▶ **The task**
Across all entries below, how many lines include "connect"? Only the number, please.

□ □ □ □ □

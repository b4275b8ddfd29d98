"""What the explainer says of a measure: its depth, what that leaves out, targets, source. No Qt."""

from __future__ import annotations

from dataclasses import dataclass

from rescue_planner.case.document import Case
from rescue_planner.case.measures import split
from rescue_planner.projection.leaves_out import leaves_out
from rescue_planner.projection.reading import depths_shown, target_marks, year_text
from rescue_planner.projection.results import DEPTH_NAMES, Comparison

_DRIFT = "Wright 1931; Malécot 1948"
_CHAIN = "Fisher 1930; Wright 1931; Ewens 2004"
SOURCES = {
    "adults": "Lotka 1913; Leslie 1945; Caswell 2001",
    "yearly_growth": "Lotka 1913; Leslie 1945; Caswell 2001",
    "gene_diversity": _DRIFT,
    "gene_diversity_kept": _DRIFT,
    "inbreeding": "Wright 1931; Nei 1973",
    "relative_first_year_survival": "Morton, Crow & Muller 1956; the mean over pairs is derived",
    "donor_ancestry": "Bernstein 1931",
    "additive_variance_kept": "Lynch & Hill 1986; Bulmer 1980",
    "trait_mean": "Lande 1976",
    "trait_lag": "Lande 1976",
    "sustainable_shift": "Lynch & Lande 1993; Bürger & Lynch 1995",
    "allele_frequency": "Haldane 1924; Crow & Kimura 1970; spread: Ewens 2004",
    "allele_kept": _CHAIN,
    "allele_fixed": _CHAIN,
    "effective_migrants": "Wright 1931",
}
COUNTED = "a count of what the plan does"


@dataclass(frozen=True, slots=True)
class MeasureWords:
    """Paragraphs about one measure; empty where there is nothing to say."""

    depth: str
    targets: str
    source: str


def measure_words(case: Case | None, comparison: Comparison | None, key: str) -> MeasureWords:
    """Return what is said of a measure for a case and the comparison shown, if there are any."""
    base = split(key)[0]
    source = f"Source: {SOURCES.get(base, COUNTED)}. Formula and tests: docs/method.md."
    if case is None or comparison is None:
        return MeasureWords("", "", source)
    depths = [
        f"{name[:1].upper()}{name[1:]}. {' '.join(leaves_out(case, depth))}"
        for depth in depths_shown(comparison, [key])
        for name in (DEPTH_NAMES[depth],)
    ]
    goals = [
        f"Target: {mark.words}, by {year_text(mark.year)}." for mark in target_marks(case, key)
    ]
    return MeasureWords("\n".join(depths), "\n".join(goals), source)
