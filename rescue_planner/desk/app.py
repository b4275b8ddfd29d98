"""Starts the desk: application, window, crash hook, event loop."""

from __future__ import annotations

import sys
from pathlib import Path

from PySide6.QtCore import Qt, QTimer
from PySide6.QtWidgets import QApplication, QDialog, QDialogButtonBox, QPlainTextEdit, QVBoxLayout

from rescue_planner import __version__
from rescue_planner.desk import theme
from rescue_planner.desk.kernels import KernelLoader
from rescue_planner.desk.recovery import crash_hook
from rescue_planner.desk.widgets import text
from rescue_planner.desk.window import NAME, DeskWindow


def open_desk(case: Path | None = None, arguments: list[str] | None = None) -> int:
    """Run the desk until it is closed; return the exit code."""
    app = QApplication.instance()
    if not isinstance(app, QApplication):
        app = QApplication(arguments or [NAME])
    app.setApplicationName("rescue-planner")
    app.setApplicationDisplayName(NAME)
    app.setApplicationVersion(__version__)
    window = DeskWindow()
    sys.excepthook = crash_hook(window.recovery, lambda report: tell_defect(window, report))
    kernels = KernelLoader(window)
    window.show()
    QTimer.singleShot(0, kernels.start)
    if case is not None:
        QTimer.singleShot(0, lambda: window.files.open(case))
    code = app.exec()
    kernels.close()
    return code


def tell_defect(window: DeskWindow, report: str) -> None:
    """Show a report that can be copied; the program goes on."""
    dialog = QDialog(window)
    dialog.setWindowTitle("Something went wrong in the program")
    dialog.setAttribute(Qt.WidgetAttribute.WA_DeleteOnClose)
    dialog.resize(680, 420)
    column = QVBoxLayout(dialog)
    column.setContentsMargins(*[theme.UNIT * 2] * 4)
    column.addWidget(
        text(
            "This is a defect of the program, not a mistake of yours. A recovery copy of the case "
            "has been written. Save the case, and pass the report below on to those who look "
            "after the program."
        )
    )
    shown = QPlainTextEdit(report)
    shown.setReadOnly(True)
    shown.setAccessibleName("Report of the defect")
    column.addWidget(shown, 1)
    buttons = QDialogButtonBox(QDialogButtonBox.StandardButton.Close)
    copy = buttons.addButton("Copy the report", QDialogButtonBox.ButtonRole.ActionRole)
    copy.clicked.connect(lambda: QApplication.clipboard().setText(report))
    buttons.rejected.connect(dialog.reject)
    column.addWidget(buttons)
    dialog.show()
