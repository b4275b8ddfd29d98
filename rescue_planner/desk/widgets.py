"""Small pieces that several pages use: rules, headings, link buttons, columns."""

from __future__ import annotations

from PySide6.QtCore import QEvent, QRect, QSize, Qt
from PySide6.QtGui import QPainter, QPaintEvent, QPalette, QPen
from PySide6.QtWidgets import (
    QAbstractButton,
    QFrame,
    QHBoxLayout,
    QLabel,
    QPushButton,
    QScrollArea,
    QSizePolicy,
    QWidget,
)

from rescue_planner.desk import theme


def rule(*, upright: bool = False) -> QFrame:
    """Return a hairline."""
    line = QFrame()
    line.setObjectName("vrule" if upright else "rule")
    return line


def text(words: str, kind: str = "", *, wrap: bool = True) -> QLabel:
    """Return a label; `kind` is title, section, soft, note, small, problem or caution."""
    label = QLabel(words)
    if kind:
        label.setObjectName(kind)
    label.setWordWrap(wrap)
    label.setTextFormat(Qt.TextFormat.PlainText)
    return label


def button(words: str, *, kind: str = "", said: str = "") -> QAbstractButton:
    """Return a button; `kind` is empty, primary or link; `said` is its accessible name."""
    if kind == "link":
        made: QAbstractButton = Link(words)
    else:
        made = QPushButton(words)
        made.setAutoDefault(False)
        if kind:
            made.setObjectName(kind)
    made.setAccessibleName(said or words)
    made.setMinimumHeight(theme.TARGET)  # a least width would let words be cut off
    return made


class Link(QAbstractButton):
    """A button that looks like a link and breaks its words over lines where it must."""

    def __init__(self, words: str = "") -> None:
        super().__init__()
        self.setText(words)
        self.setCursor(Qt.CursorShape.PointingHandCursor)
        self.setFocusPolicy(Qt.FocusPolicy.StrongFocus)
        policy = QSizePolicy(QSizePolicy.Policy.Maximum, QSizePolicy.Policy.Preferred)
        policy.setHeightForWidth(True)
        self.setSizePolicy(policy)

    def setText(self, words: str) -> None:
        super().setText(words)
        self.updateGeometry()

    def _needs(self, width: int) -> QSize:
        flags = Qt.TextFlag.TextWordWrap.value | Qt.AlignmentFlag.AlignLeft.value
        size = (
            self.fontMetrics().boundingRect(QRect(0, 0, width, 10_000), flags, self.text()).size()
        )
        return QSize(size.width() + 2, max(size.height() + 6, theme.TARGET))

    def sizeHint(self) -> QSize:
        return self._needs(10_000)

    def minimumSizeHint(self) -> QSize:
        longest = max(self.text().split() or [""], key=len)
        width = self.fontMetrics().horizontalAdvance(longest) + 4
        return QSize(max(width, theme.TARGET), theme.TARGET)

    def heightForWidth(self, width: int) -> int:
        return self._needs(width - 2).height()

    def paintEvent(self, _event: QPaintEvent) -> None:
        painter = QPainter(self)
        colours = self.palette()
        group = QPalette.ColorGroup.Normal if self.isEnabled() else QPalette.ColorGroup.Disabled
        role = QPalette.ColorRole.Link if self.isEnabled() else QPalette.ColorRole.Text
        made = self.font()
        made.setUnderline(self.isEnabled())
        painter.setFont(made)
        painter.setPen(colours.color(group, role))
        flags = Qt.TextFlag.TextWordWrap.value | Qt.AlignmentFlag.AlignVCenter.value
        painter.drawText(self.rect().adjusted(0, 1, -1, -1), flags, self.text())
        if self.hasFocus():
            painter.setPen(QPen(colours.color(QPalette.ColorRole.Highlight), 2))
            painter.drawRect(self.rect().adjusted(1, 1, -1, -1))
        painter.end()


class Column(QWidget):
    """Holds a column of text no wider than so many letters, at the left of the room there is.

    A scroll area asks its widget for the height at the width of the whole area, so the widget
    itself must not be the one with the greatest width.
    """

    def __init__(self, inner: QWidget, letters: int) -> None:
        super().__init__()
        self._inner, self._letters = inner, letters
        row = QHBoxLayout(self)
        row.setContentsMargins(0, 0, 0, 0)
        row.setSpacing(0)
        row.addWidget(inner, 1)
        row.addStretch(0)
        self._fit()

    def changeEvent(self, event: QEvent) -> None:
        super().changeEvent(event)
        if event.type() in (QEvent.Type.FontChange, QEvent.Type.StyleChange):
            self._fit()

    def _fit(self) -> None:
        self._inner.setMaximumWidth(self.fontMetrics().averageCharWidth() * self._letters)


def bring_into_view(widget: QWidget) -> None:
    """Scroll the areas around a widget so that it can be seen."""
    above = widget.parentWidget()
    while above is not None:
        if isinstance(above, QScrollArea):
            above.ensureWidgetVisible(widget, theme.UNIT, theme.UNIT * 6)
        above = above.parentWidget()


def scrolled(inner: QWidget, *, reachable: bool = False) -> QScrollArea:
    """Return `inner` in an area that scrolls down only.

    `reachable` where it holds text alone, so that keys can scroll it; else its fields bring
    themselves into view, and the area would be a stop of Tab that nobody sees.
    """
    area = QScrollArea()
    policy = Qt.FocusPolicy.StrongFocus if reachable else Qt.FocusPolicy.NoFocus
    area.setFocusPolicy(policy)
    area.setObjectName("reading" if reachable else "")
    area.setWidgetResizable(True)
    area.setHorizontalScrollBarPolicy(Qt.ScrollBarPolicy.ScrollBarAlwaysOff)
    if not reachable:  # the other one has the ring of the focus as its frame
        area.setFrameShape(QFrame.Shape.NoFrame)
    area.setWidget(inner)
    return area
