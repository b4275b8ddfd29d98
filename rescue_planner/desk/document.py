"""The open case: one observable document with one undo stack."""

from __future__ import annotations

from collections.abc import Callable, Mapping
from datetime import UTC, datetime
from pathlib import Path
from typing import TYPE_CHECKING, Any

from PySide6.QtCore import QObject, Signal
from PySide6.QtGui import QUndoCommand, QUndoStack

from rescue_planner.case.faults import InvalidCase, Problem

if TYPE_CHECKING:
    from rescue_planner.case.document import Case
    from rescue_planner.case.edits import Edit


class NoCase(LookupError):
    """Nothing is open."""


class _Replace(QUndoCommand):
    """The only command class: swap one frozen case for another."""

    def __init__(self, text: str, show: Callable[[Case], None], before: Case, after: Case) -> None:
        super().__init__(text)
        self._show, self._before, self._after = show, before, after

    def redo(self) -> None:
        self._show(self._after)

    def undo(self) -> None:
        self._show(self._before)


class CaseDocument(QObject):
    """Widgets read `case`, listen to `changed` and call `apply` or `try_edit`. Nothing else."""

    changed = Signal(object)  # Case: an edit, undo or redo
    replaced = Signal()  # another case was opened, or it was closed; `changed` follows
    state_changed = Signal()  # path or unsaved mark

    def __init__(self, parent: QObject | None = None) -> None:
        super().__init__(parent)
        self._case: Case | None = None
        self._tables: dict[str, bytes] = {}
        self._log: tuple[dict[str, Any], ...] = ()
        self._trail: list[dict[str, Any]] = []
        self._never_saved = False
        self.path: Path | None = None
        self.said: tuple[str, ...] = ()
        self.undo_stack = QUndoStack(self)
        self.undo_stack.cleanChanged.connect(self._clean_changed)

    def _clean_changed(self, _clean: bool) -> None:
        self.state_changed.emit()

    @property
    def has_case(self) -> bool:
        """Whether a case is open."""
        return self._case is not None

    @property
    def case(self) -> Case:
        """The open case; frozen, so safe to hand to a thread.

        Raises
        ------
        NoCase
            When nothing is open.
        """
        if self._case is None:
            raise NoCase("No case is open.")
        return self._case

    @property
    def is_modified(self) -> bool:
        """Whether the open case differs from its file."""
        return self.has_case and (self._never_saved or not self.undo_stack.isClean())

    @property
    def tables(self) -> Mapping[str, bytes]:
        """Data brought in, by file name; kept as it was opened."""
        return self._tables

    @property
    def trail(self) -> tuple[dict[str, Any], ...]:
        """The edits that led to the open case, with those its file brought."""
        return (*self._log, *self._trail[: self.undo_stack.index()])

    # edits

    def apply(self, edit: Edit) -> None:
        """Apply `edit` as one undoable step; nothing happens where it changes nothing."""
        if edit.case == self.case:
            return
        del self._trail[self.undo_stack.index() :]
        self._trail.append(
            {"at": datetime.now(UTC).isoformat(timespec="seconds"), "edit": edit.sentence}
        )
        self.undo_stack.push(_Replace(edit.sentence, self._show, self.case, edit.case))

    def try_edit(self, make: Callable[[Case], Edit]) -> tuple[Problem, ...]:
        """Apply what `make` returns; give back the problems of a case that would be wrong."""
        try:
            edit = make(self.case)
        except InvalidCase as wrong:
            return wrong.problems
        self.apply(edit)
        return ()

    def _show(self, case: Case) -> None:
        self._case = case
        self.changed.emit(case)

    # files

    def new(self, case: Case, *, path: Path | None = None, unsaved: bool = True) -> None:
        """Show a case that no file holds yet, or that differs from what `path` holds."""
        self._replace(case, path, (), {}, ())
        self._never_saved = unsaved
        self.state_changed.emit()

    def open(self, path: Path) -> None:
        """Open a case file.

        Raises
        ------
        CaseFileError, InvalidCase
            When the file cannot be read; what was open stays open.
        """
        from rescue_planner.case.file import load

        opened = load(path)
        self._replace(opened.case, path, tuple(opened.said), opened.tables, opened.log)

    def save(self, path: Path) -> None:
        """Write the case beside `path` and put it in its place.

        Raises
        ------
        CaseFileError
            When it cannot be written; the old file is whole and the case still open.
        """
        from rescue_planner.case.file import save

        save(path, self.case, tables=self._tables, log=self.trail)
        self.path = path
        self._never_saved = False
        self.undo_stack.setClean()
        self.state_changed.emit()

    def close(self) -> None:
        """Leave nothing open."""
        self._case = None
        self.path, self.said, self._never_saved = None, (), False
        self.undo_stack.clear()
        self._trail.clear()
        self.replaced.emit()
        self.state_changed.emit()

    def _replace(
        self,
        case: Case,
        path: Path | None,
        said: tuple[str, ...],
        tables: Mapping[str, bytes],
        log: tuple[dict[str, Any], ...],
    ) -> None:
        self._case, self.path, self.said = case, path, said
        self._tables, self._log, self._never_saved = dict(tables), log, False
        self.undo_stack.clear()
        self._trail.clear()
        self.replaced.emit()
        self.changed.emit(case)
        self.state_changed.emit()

□ □ □ □ □

▶ **Response area**
3